Neural networks are more and more widely used in medical sciences [37, 42, 45, 54, 60]. In cardiology, they are used, inter alia, to assess the status of cardiovascular system [43], to predict the risk of coronary heart disease [35] in ECG analysis [36, 56] or echocardiography [59]. In neurology, neural networks are used to predict a response to pharmacological treatment in Alzheimer’s disease [39]. In radiology, neural networks are effectively used to support the diagnosis of breast tumors [58], lung tumors [22], or liver tumors [38]. Automatic cytological screening of cervical carcinoma is a flagship example of the application of neural networks [8]. Neural networks were also used to predict complications following some medical procedures, e.g., percutaneous endoscopic gastrostomy [55], gastrectomy in patients with gastric carcinoma [14], laparoscopic cholecystectomy [20], or the mortality rate after cardiosurgical procedures [44]. The results of studies using the artificial intelligence methods in biomedical sciences are varied. Much better results are obtained in research using objective measurement data, e.g., the parameters of mammographic image [58], CT image [13], or results of laboratory tests [40]. In situations with the participation of the so-called human factor, the obtained results are slightly worse. The sensitivity and specificity of the ANN model in predicting conversion to laparotomy in patients who received laparoscopic cholecystectomy were 67 and 99 %, respectively [20]. The accuracy of ANN in predicting postoperative complications in patients receiving operative treatment because of gastric carcinoma was 84.16 % [14]. In the study investigating the possibilities of predicting pathologic pressure drop in patients under general anesthesia, the sensitivity and specificity of the ANN model were 74.4 and 85.6 %, respectively, with the accuracy of 82.3 % [2].

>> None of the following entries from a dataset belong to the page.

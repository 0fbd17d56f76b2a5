"""Hardware of every demo: what passes, that nothing could be smaller, and distances by another solver.

Distances: the nearest points of two convex hulls as a quadratic programme over the weights of their corners, by the
sequential least squares of SciPy (D. Kraft, DFVLR-FB 88-28, 1988), where the package itself walks from simplex to
simplex.
"""

from __future__ import annotations

from dataclasses import replace
from functools import cache
from pathlib import Path

import numpy as np
import pytest
from scipy.optimize import minimize

from rigdesign.brief import read_brief
from rigdesign.chain import design
from rigdesign.checks.hardware import check_hardware
from rigdesign.checks.hardware.model import HardwareCheck
from rigdesign.checks.hardware.solids import members
from rigdesign.hardware.catalogue import sections
from rigdesign.hardware.levers import PROFILE, overhang
from rigdesign.report.lists import cut_plans

DEMOS = sorted(Path(__file__).parents[2].glob("demo_rigs/*/*.toml"))
NAMES = [f"{path.parent.name}/{path.stem}" for path in DEMOS]


@cache
def designed(path: Path) -> HardwareCheck:
    answer = design(read_brief(path))
    assert isinstance(answer, HardwareCheck)
    return answer


def kept(path: Path) -> bool:
    return designed(path).check.rig.plan.target.brief.keep is not None


@pytest.mark.parametrize("path", DEMOS, ids=NAMES)
def test_every_member_passes_and_the_cut_list_is_proven(path):
    answer = designed(path)
    assert answer.accepted
    assert 0.5 < answer.utilisation <= 1.0
    for one in cut_plans(answer):
        plan = one.plan
        assert plan.n_bars == plan.least_bars
        assert not plan.too_long
        for bar in plan.bars:
            pieces = [cut.length for cut in bar.cuts for _ in range(cut.count)]
            kerfs = plan.kerf * len(pieces)
            assert sum(pieces) + kerfs - plan.kerf <= plan.bar + 1e-9
            assert bar.offcut == pytest.approx(max(0.0, plan.bar - sum(pieces) - kerfs), abs=1e-9)


def fails(answer: HardwareCheck, **changes) -> bool:
    """Whether the check finds a member of the changed hardware above its limit."""
    return check_hardware(answer.check, replace(answer.hardware, **changes)).utilisation > 1.0


@pytest.mark.parametrize("path", [path for path in DEMOS if path.name == "brief.toml"], ids=lambda path: path.parent.name)
def test_no_section_and_no_pin_could_be_a_size_smaller(path):
    brief = read_brief(path)
    answer = design(replace(brief, hardware=replace(brief.hardware, marks="as drilled")))
    assert isinstance(answer, HardwareCheck)
    hardware, rules = answer.hardware, brief.hardware
    for name, body in hardware.bodies.items():
        kind = "plate" if body.build == "plate" else PROFILE[body.build]
        lighter = [s for s in sections(rules, kind) if s.mass < body.section.mass - 1e-9]
        if lighter:
            less = replace(body, section=lighter[-1])
            less = less if kind == "plate" else replace(less, overhang=overhang(lighter[-1].depth))
            assert fails(answer, bodies={**hardware.bodies, name: less}), name
    for i, link in enumerate(hardware.links):
        for side in ("upper", "lower"):
            end = getattr(link, side)
            smaller = [pin for pin in rules.pins if pin < end.pin - 1e-9]
            if end.fitting == "stud" or end.to.startswith("jack ") or not smaller:
                continue
            hole = smaller[-1] + rules.play
            thin = replace(end, pin=smaller[-1], hole=hole, radius=np.ceil(round(1250 * hole, 6)) / 1000)
            links = (*hardware.links[:i], replace(link, **{side: thin}), *hardware.links[i + 1 :])
            assert fails(answer, links=links) or end.inner > 3 * smaller[-1], (link.name, side)


def hulls_apart(first: np.ndarray, second: np.ndarray) -> float:
    """Distance of two convex hulls [m] by a quadratic programme, in millimetres so that its tolerances fit."""
    middle = first.mean(axis=0)
    points = 1000 * np.vstack([first - middle, middle - second])
    n, m = len(first), len(second)
    sums = [
        {"type": "eq", "fun": lambda w: w[:n].sum() - 1, "jac": lambda w: np.r_[np.ones(n), np.zeros(m)]},
        {"type": "eq", "fun": lambda w: w[n:].sum() - 1, "jac": lambda w: np.r_[np.zeros(n), np.ones(m)]},
    ]
    start = np.r_[np.full(n, 1 / n), np.full(m, 1 / m)]
    found = minimize(
        lambda w: float((w @ points) @ (w @ points)), start, jac=lambda w: 2 * points @ (w @ points), method="SLSQP",
        bounds=[(0, 1)] * (n + m), constraints=sums, options={"ftol": 1e-10, "maxiter": 500},
    )  # fmt: skip
    return float(np.linalg.norm(found.x @ points)) / 1000


def boxes_apart(first: np.ndarray, second: np.ndarray) -> float:
    gap = np.maximum(first.min(axis=0) - second.max(axis=0), second.min(axis=0) - first.max(axis=0))
    return float(np.linalg.norm(np.maximum(gap, 0.0)))


@pytest.mark.parametrize("path", DEMOS, ids=NAMES)
def test_the_least_clearance_at_rest_by_another_solver(path):
    answer = designed(path)
    solids = {member.name: [member.place + solid for solid in member.solids] for member in members(answer.hardware)}
    joined = {member.name: member.joined for member in members(answer.hardware)}
    at_rest = [pair for pair in answer.space.closest if pair.state == "at rest"]
    least = at_rest[0].distance
    for pair in at_rest[:3]:
        found = min(hulls_apart(a, b) for a in solids[pair.first] for b in solids[pair.second] if boxes_apart(a, b) < 0.2)
        # a millionth of a millimetre in the programme's objective leaves about a micrometre
        assert pair.distance == pytest.approx(found, abs=2e-6)
    names = list(solids)
    pinned = {frozenset(ends) for name in names for ends in [(name, other) for other in joined[name]]}
    for i, one in enumerate(names):
        for other in names[i + 1 :]:
            if frozenset((one, other)) in pinned or (one.startswith("pad") and other.startswith("pad")):
                continue
            if joined[one] & joined[other] and one.startswith("link") and other.startswith("link"):
                continue  # two links in one piece
            for a in solids[one]:
                for b in solids[other]:
                    if boxes_apart(a, b) < least - 1e-6:
                        assert hulls_apart(a, b) >= least - 2e-6, (one, other)
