"""Own weight of a lever, worked by hand.

Source
------
Equilibrium of one lever of weight w whose centre lies a distance g from its pivot towards end 1, under a pull R at the
pivot, worked by hand apart from this package:

    F1 = ((R − w) b − w g)/(a + b),   F2 = ((R − w) a + w g)/(a + b)

With a = 600 mm, b = 400 mm, w = 300 N and g = 100 mm the ends feel 3.75 % and 2.5 % less than R b/(a + b) and
R a/(a + b) at R = 10 kN, and 37.5 % and 25 % less at 1 kN.
"""

from __future__ import annotations

import numpy as np
import pytest
from factories import make_brief, make_specimen, shape_load
from hand_rigs import make_rig

from rigdesign.checks.hardware.loads import hanging, link_forces, own_weight, pad_forces
from rigdesign.hardware.model import Mass
from rigdesign.words import STANDARD_GRAVITY

ARM_1, ARM_2, WEIGHT, OFF = 0.6, 0.4, 300.0, 0.1
NOTHING = Mass(0.0, 0.0, 0.0)


def lever(gravity=-1, pull=1.0):
    """A lever on pads at 1.0 m and 2.0 m, its pivot at 1.6 m; no member but the lever weighs anything."""
    specimen = make_specimen(gravity=gravity)
    brief = make_brief(specimen=specimen, loads=(shape_load(total=pull * 10e3),))
    rig = make_rig([1.0, 2.0], [pull * 4e3, pull * 6e3], brief)
    masses = dict.fromkeys(("link 1", "link 2", "link 3", "pad 1", "pad 2"), NOTHING)
    return rig, masses | {"lever 1": Mass(WEIGHT / STANDARD_GRAVITY, -OFF, 0.0)}


@pytest.mark.parametrize(("pull", "first", "second"), [(10e3, -0.0375, -0.025), (1e3, -0.375, -0.25)])
def test_a_pulled_lever_hands_on_less(pull, first, second):
    rig, masses = lever()
    loads, hung = own_weight(rig, masses), hanging(rig)
    felt = pad_forces(loads, hung, np.array([pull]))
    without = pull * np.array([ARM_2, ARM_1]) / (ARM_1 + ARM_2)
    # the pivot of the hand rig is drilled to full digits, so rounding is all that is left
    assert felt / without - 1 == pytest.approx([first, second], rel=1e-12)
    by_hand = [(pull - WEIGHT) * ARM_2 - WEIGHT * OFF, (pull - WEIGHT) * ARM_1 + WEIGHT * OFF]
    assert felt == pytest.approx(by_hand, rel=1e-12)


def test_a_lever_that_is_loaded_along_gravity_hands_on_more():
    """The same numbers with the signs turned: load and weight along −z."""
    rig, masses = lever(pull=-1.0)
    felt = pad_forces(own_weight(rig, masses), hanging(rig), np.array([-10e3]))
    assert felt == pytest.approx([-(10e3 + 300) * 0.4 - 30, -(10e3 + 300) * 0.6 + 30], rel=1e-12)


def test_gravity_along_z_turns_the_sign_of_weight_alone():
    rig, masses = lever(gravity=1)
    felt = pad_forces(own_weight(rig, masses), hanging(rig), np.array([10e3]))
    assert felt == pytest.approx([(10e3 + 300) * 0.4 + 30, (10e3 + 300) * 0.6 - 30], rel=1e-12)


def test_links_and_pads_weigh_on_their_own_line_alone():
    rig, masses = lever()
    masses |= {"link 1": Mass(1.0, 0.0, 0.0), "link 2": Mass(2.0, 0.0, 0.0), "pad 2": Mass(4.0, 0.0, 0.0)}
    loads = own_weight(rig, masses)
    g = STANDARD_GRAVITY
    felt = pad_forces(loads, hanging(rig), np.array([10e3]))
    pull = 10e3 - g
    first, second = (pull - 300) * 0.4 - 30, (pull - 300) * 0.6 + 30
    assert felt == pytest.approx([first - 2 * g, second - 4 * g], rel=1e-12)
    upper, lower = link_forces(loads, np.array([10e3]))
    assert upper == pytest.approx([10e3, first, second], rel=1e-12)
    assert lower == pytest.approx([pull, first - 2 * g, second], rel=1e-12)
    assert loads.weight == pytest.approx([-(300 + 7 * g)], rel=1e-12)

In general, our results do not differ from above-cited works. The more detailed comparative analysis is impossible to perform, because similar reports regarding the prediction of perioperative complications of cervical cancer treatment have not been published yet.

Evolutionary computation methods have also been applied in medical domains. Pena-Reyes and Sipper [46] provide an overview of evolutionary algorithms such as GAs, GP or evolution strategies in medical diagnosis, prognosis, imaging, signal processing, planning, and scheduling. Artificial neural networks were confronted to GP algorithm in medical data mining problem by Brameier and Banzhaf [9], who compared the models in the classification of six repository data sets. On the basis of a GP system, an evolutionary predictive model was built, which can be applied to diagnose a chest pain [7]. However, to the best knowledge of the authors, the applications of gene expression programming in medicine domain have not been proposed yet.

The weakness of this study is a small number of data examples. However, it is necessary to emphasize that the collection of a significantly greater material is difficult nowadays, because of a decline in the overall incidence of cervical cancer. Population-based screening programs have improved detection of the preinvasive and early stages of cancer, what have led up to decline in the incidence of advanced disease. Nonetheless, the verification of the presented results on the basis of a greater material is by all means justified. Undoubtedly, the advantage of this contribution is its prospective form and the homogeneity of the material. In comparison with the repository databases, the presented results are derived from the single institution, which represent coherent therapeutic concept for the cervical cancer treatment. An experienced team of gynecological surgeons, applying the rules of established operating school, eliminates the risk of randomness of the results and enhances their reliability.